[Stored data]
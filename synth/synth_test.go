package synth

import (
	"bytes"
	"encoding/csv"
	"os"
	"path/filepath"
	"testing"
)

// The generator is invented demo data; these tests check its contracts
// (determinism, stream independence, masks, class balance), not realism.

func TestDeterministic(t *testing.T) {
	o := Options{Size: 64}
	a, err := Generate(42, o)
	if err != nil {
		t.Fatal(err)
	}
	b, _ := Generate(42, o)
	c, _ := Generate(43, o)
	if !bytes.Equal(a.Image.Pix, b.Image.Pix) {
		t.Fatal("same seed gave different images")
	}
	if bytes.Equal(a.Image.Pix, c.Image.Pix) {
		t.Fatal("different seeds gave identical images")
	}
}

// Toggling one artefact must leave pixels away from its mask unchanged, so
// a scene can be shown with and without the artefact.
func TestArtefactToggleLeavesRestIdentical(t *testing.T) {
	for _, name := range []string{Ruler, Ink, Hair, Bubbles} {
		on := Options{Size: 96, Rates: map[string][2]float64{name: {1, 1}}}
		off := Options{Size: 96, Rates: map[string][2]float64{name: {0, 0}}}
		a, err := Generate(7, on)
		if err != nil {
			t.Fatal(err)
		}
		b, _ := Generate(7, off)
		m := a.Artefacts[name]
		if m == nil || count(m) == 0 {
			t.Fatalf("%s: forced artefact has an empty mask", name)
		}
		if _, ok := b.Artefacts[name]; ok {
			t.Fatalf("%s: present at rate 0", name)
		}
		if a.Label != b.Label || a.Malignancy != b.Malignancy {
			t.Fatalf("%s: toggling changed the lesion", name)
		}
		w := a.Image.Rect.Dx()
		changedFar := 0
		for y := 0; y < w; y++ {
			for x := 0; x < w; x++ {
				if near(m, w, x, y, 3) {
					continue
				}
				i := a.Image.PixOffset(x, y)
				if !bytes.Equal(a.Image.Pix[i:i+4], b.Image.Pix[i:i+4]) {
					changedFar++
				}
			}
		}
		if changedFar > 0 {
			t.Errorf("%s: %d pixels more than 3 px from the mask changed", name, changedFar)
		}
	}
}

func near(m []bool, w, x, y, r int) bool {
	for dy := -r; dy <= r; dy++ {
		for dx := -r; dx <= r; dx++ {
			xx, yy := x+dx, y+dy
			if xx >= 0 && yy >= 0 && xx < w && yy < w && m[yy*w+xx] {
				return true
			}
		}
	}
	return false
}

func count(m []bool) int {
	n := 0
	for _, v := range m {
		if v {
			n++
		}
	}
	return n
}

func TestLesionMaskAndClasses(t *testing.T) {
	n1 := 0
	var mal [2]float64
	var cnt [2]int
	for s := uint64(0); s < 200; s++ {
		sc, err := Generate(s, Options{Size: 48, Rates: map[string][2]float64{}})
		if err != nil {
			t.Fatal(err)
		}
		frac := float64(count(sc.Lesion)) / float64(48*48)
		if frac < 0.03 || frac > 0.6 {
			t.Fatalf("seed %d: lesion covers %.2f of the image", s, frac)
		}
		n1 += sc.Label
		mal[sc.Label] += sc.Malignancy
		cnt[sc.Label]++
	}
	if n1 < 70 || n1 > 130 {
		t.Errorf("class 1 drawn %d/200 times, want about half", n1)
	}
	if mal[1]/float64(cnt[1])-mal[0]/float64(cnt[0]) < 0.25 {
		t.Errorf("class means of the malignancy latent too close: %v %v", mal[0]/float64(cnt[0]), mal[1]/float64(cnt[1]))
	}
}

func TestRatesFollowClass(t *testing.T) {
	o := Options{Size: 32, Rates: map[string][2]float64{Ruler: {0, 1}}}
	for s := uint64(0); s < 50; s++ {
		sc, _ := Generate(s, o)
		_, has := sc.Artefacts[Ruler]
		if has != (sc.Label == 1) {
			t.Fatalf("seed %d: ruler=%v label=%d", s, has, sc.Label)
		}
	}
}

func TestBadOptions(t *testing.T) {
	for _, o := range []Options{
		{Size: 8},
		{Rates: map[string][2]float64{"sticker": {1, 1}}},
		{Rates: map[string][2]float64{Ink: {1.5, 0}}},
		{FixedLabel: true, Label: 2},
	} {
		if _, err := Generate(1, o); err == nil {
			t.Errorf("options %+v accepted", o)
		}
	}
}

func TestWriteDataset(t *testing.T) {
	dir := t.TempDir()
	o := Options{Size: 32, Seed: 5, Rates: map[string][2]float64{Ruler: {1, 1}, Hair: {0, 0}}}
	if err := WriteDataset(dir, 3, o); err != nil {
		t.Fatal(err)
	}
	f, err := os.Open(filepath.Join(dir, "manifest.csv"))
	if err != nil {
		t.Fatal(err)
	}
	defer f.Close()
	rows, err := csv.NewReader(f).ReadAll()
	if err != nil {
		t.Fatal(err)
	}
	want := []string{"id", "image", "mask", "label", "artifact:hair", "artifact:ruler"}
	if len(rows) != 4 || len(rows[0]) != len(want) {
		t.Fatalf("manifest %v", rows)
	}
	for i, h := range want {
		if rows[0][i] != h {
			t.Fatalf("header %v, want %v", rows[0], want)
		}
	}
	for _, r := range rows[1:] {
		if r[4] != "" || r[5] == "" {
			t.Errorf("row %v: hair should be empty and ruler set", r)
		}
		for _, p := range []string{r[1], r[2], r[5]} {
			if _, err := os.Stat(filepath.Join(dir, p)); err != nil {
				t.Error(err)
			}
		}
	}
}
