func TestPlanBackwardKeepsOnlyWhatIsNeeded(t *testing.T) {
	// Flatten's backward needs only shapes; Gemm's dW reads its input f and
	// its df reads W. With W an initializer no gradient flows to it, so f
	// need not be kept; with W a graph input f must be kept. The Gemm
	// output y is read by no backward in either case.
	w := tensor.FromFloat32([]float32{1, 2, 3, 4, 5, 6}, 3, 2)
	nodes := []*onnx.Node{
		nnNode("f", "Flatten", []string{"x"}, []string{"f"}),
		nnNode("mm", "Gemm", []string{"f", "w"}, []string{"y"}),
		nnNode("id", "Flatten", []string{"y"}, []string{"z"}),
	}
	for _, wIsInput := range []bool{false, true} {
		in := []onnx.ValueInfo{nnIn("x", 1, 3, 1)}
		init := map[string]*tensor.Tensor{"w": w}
		feed := map[string]*tensor.Tensor{"x": tensor.New(1, 3, 1)}
		if wIsInput {
			in = append(in, nnIn("w", 3, 2))
			init = nil
			feed["w"] = w
		}
		g, err := Compile(nnGraphModel(in, []string{"z"}, init, nodes...))
		if err != nil {
			t.Fatal(err)
		}
		p, err := g.Run(context.Background(), feed, RunOptions{Backward: true})
		if err != nil {
			t.Fatal(err)
		}
		if _, kept := p.Value("f"); kept != wIsInput {
			t.Errorf("W a graph input: %v; Gemm operand f kept: %v", wIsInput, kept)
		}
		if _, ok := p.Value("y"); ok {
			t.Error("y retained although no backward reads it")
		}
		wrt := []string{"x"}
		if wIsInput {
			wrt = append(wrt, "w")
		}
		grads, err := p.Backward(context.Background(), map[string]*tensor.Tensor{"z": tensor.FromFloat32([]float32{1, 1}, 1, 2)}, wrt)
		if err != nil {
			t.Fatal(err)
		}
		// ∂Σz/∂x = W·[1 1]ᵀ = [3 7 11]
		if gx := grads["x"].F32; gx[0] != 3 || gx[1] != 7 || gx[2] != 11 {
			t.Errorf("∂/∂x = %v, want [3 7 11]", gx)
		}
	}
}

// TestBackwardGemmClosedForm checks ∂(w·(A x + b))/∂x = Aᵀw.
func TestBackwardGemmClosedForm(t *testing.T) {
	a := tensor.FromFloat32([]float32{1, 2, 3, 4, 5, 6}, 2, 3)
	b := tensor.FromFloat32([]float32{10, -10}, 2)
	m := nnGraphModel([]onnx.ValueInfo{nnIn("x", 1, 3)}, []string{"y"}, map[string]*tensor.Tensor{"A": a, "b": b},
		nnNode("fc", "Gemm", []string{"x", "A", "b"}, []string{"y"}, nnInt("transB", 1)))
	g, err := Compile(m)
	if err != nil {
		t.Fatal(err)
	}
	ctx := context.Background()
	p, err := g.Run(ctx, map[string]*tensor.Tensor{"x": tensor.FromFloat32([]float32{0.5, -1, 2}, 1, 3)}, RunOptions{Backward: true})
	if err != nil {
		t.Fatal(err)
	}
	seed := tensor.FromFloat32([]float32{1, -1}, 1, 2)
	grads, err := p.Backward(ctx, map[string]*tensor.Tensor{"y": seed}, []string{"x"})
	if err != nil {
		t.Fatal(err)
	}
	// Aᵀw = [1−4, 2−5, 3−6]
	want := []float32{-3, -3, -3}
	for i, v := range grads["x"].F32 {
		if v != want[i] {
			t.Fatalf("∂/∂x = %v, want Aᵀw = %v", grads["x"].F32, want)
		}
	}
	// The caller's seed is not modified and can be reused.
	if seed.F32[0] != 1 || seed.F32[1] != -1 {
		t.Error("Backward modified the seed")
	}
	if _, err := p.Backward(ctx, map[string]*tensor.Tensor{"y": tensor.New(1, 3)}, []string{"x"}); err == nil {
		t.Error("seed of the wrong shape accepted")
	}
	q, _ := g.Run(ctx, map[string]*tensor.Tensor{"x": tensor.New(1, 3)}, RunOptions{})
	if _, err := q.Backward(ctx, map[string]*tensor.Tensor{"y": seed}, []string{"x"}); err == nil {
		t.Error("Backward on a pass run without RunOptions.Backward succeeded")
	}
}

// TestBackwardFanOutAndIntermediate: x feeds two branches, h = A1·x and the
// outputs y1 = A2·h and y2 = A3·x, seeded with w1 and w2. In closed form
// ∂/∂h = A2ᵀw1 and ∂/∂x = A1ᵀA2ᵀw1 + A3ᵀw2, both from one sweep.
func TestBackwardFanOutAndIntermediate(t *testing.T) {
	a1 := tensor.FromFloat32([]float32{1, 0, 2, -1}, 2, 2)
	a2 := tensor.FromFloat32([]float32{3, 1}, 1, 2)
	a3 := tensor.FromFloat32([]float32{0, 1, 1, 1, 2, 0}, 3, 2)
	m := nnGraphModel([]onnx.ValueInfo{nnIn("x", 1, 2)}, []string{"y1", "y2"}, map[string]*tensor.Tensor{"A1": a1, "A2": a2, "A3": a3},
		nnNode("g1", "Gemm", []string{"x", "A1"}, []string{"h"}, nnInt("transB", 1)),
		nnNode("g2", "Gemm", []string{"h", "A2"}, []string{"y1"}, nnInt("transB", 1)),
		nnNode("g3", "Gemm", []string{"x", "A3"}, []string{"y2"}, nnInt("transB", 1)))
	g, err := Compile(m)
	if err != nil {
		t.Fatal(err)
	}
	ctx := context.Background()
	p, err := g.Run(ctx, map[string]*tensor.Tensor{"x": tensor.FromFloat32([]float32{1, 1}, 1, 2)}, RunOptions{Backward: true})
	if err != nil {
		t.Fatal(err)
	}
	w1 := tensor.FromFloat32([]float32{2}, 1, 1)
	w2 := tensor.FromFloat32([]float32{1, -1, 1}, 1, 3)
	grads, err := p.Backward(ctx, map[string]*tensor.Tensor{"y1": w1, "y2": w2}, []string{"x", "h"})
	if err != nil {
		t.Fatal(err)
	}
	// A2ᵀw1 = [6, 2]; A1ᵀ[6 2] = [6+4, −2] = [10, −2]; A3ᵀw2 = [0−1+2, 1−1+0] = [1, 0].
	wantH, wantX := []float32{6, 2}, []float32{11, -2}
	for i := range wantH {
		if grads["h"].F32[i] != wantH[i] || grads["x"].F32[i] != wantX[i] {
			t.Fatalf("∂/∂h = %v, ∂/∂x = %v; want %v, %v", grads["h"].F32, grads["x"].F32, wantH, wantX)
		}
	}
	// Seeding only y2: h does not lead to it, its gradient is zero.
	grads, err = p.Backward(ctx, map[string]*tensor.Tensor{"y2": w2}, []string{"h"})
	if err != nil || grads["h"].F32[0] != 0 || grads["h"].F32[1] != 0 {
		t.Errorf("∂y2/∂h = %v (%v), want zeros", grads["h"], err)
	}
}

func TestBackwardSkipsNodesAboveWrt(t *testing.T) {
	a := tensor.FromFloat32([]float32{1, 2}, 1, 2)
	m := nnGraphModel([]onnx.ValueInfo{nnIn("x", 1, 2)}, []string{"y"}, map[string]*tensor.Tensor{"A": a},
		nnNode("opaque", "HeedmapTestNoGrad", []string{"x"}, []string{"h"}),
		nnNode("fc", "Gemm", []string{"h", "A"}, []string{"y"}, nnInt("transB", 1)))
	g, err := Compile(m)
	if err != nil {
		t.Fatal(err)
	}
	ctx := context.Background()
	p, err := g.Run(ctx, map[string]*tensor.Tensor{"x": tensor.New(1, 2)}, RunOptions{Backward: true})
	if err != nil {
		t.Fatal(err)
	}
	seed := map[string]*tensor.Tensor{"y": tensor.FromFloat32([]float32{1}, 1, 1)}
	grads, err := p.Backward(ctx, seed, []string{"h"})
	if err != nil {
		t.Fatalf("wrt h visited the node above it: %v", err)
	}
	if grads["h"].F32[0] != 1 || grads["h"].F32[1] != 2 {
		t.Errorf("∂y/∂h = %v, want [1 2]", grads["h"].F32)
	}
	_, err = p.Backward(ctx, seed, []string{"x"})
	if err == nil || !strings.Contains(err.Error(), `"opaque"`) {
		t.Errorf("wrt x through a node without gradient: %v", err)
	}
}

func TestRunHonoursContext(t *testing.T) {
	g, err := Compile(nnSoftmaxChain(3))
	if err != nil {
		t.Fatal(err)
	}
	ctx, cancel := context.WithCancel(context.Background())
	cancel()
	_, err = g.Run(ctx, map[string]*tensor.Tensor{"x": tensor.New(1, 4)}, RunOptions{})
	if !errors.Is(err, context.Canceled) {
		t.Errorf("cancelled run returned %v", err)
	}
}

func TestGradCAMLayerAndDescribe(t *testing.T) {
	w := tensor.New(4, 3, 3, 3)
	fc := tensor.New(2, 4)
	m := nnGraphModel([]onnx.ValueInfo{nnIn("img", "N", 3, 8, 8)}, []string{"logits"}, map[string]*tensor.Tensor{"w": w, "fc": fc},
		nnNode("conv", "Conv", []string{"img", "w"}, []string{"c"}, nnInts("pads", 1, 1, 1, 1)),
		nnNode("act", "Identity", []string{"c"}, []string{"feat"}),
		nnNode("gap", "GlobalAveragePool", []string{"feat"}, []string{"pooled"}),
		nnNode("flat", "Flatten", []string{"pooled"}, []string{"f"}),
		nnNode("head", "Gemm", []string{"f", "fc"}, []string{"logits"}, nnInt("transB", 1)))
	g, err := Compile(m)
	if err != nil {
		t.Fatal(err)
	}
	if name, err := g.GradCAMLayer(); err != nil || name != "feat" {
		t.Errorf("GradCAMLayer = %q, %v; want feat", name, err)
	}
	s := Describe(m)
	if s.Parameters != 4*3*3*3+2*4 {
		t.Errorf("Parameters = %d, want %d", s.Parameters, 4*3*3*3+2*4)
	}
	if len(s.Inputs) != 1 || s.Inputs[0].Name != "img" || s.Nodes != 5 || len(s.Unsupported) != 0 {
		t.Errorf("summary %+v", s)
	}
	if s.Opsets[""] != 17 || len(s.OpHistogram) != 5 {
		t.Errorf("opsets %v, histogram %v", s.Opsets, s.OpHistogram)
	}

	if _, ok := lookup("ReduceMean"); ok {
		m2 := nnGraphModel([]onnx.ValueInfo{nnIn("img", 1, 3, 8, 8)}, []string{"p"}, map[string]*tensor.Tensor{"w": w},
			nnNode("conv", "Conv", []string{"img", "w"}, []string{"c"}),
			nnNode("rm", "ReduceMean", []string{"c"}, []string{"p"}, nnInts("axes", -2, -1)))
		m2.Opsets[""] = 13
		g2, err := Compile(m2)
		if err != nil {
			t.Fatal(err)
		}
		if name, err := g2.GradCAMLayer(); err != nil || name != "c" {
			t.Errorf("ReduceMean: GradCAMLayer = %q, %v; want c", name, err)
		}
	}
	m3 := nnGraphModel([]onnx.ValueInfo{nnIn("x", 1, 4)}, []string{"y"}, nil, nnNode("id", "Identity", []string{"x"}, []string{"y"}))
	g3, _ := Compile(m3)
	if _, err := g3.GradCAMLayer(); err == nil {
		t.Error("GradCAMLayer found a layer in a graph without pooling")
	}
}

→ **Exercise description**
From the records above, copy each line where the word "feat" can be found.

→ **Problem solution**
		nnNode("act", "Identity", []string{"c"}, []string{"feat"}),
		nnNode("gap", "GlobalAveragePool", []string{"feat"}, []string{"pooled"}),
	if name, err := g.GradCAMLayer(); err != nil || name != "feat" {
		t.Errorf("GradCAMLayer = %q, %v; want feat", name, err)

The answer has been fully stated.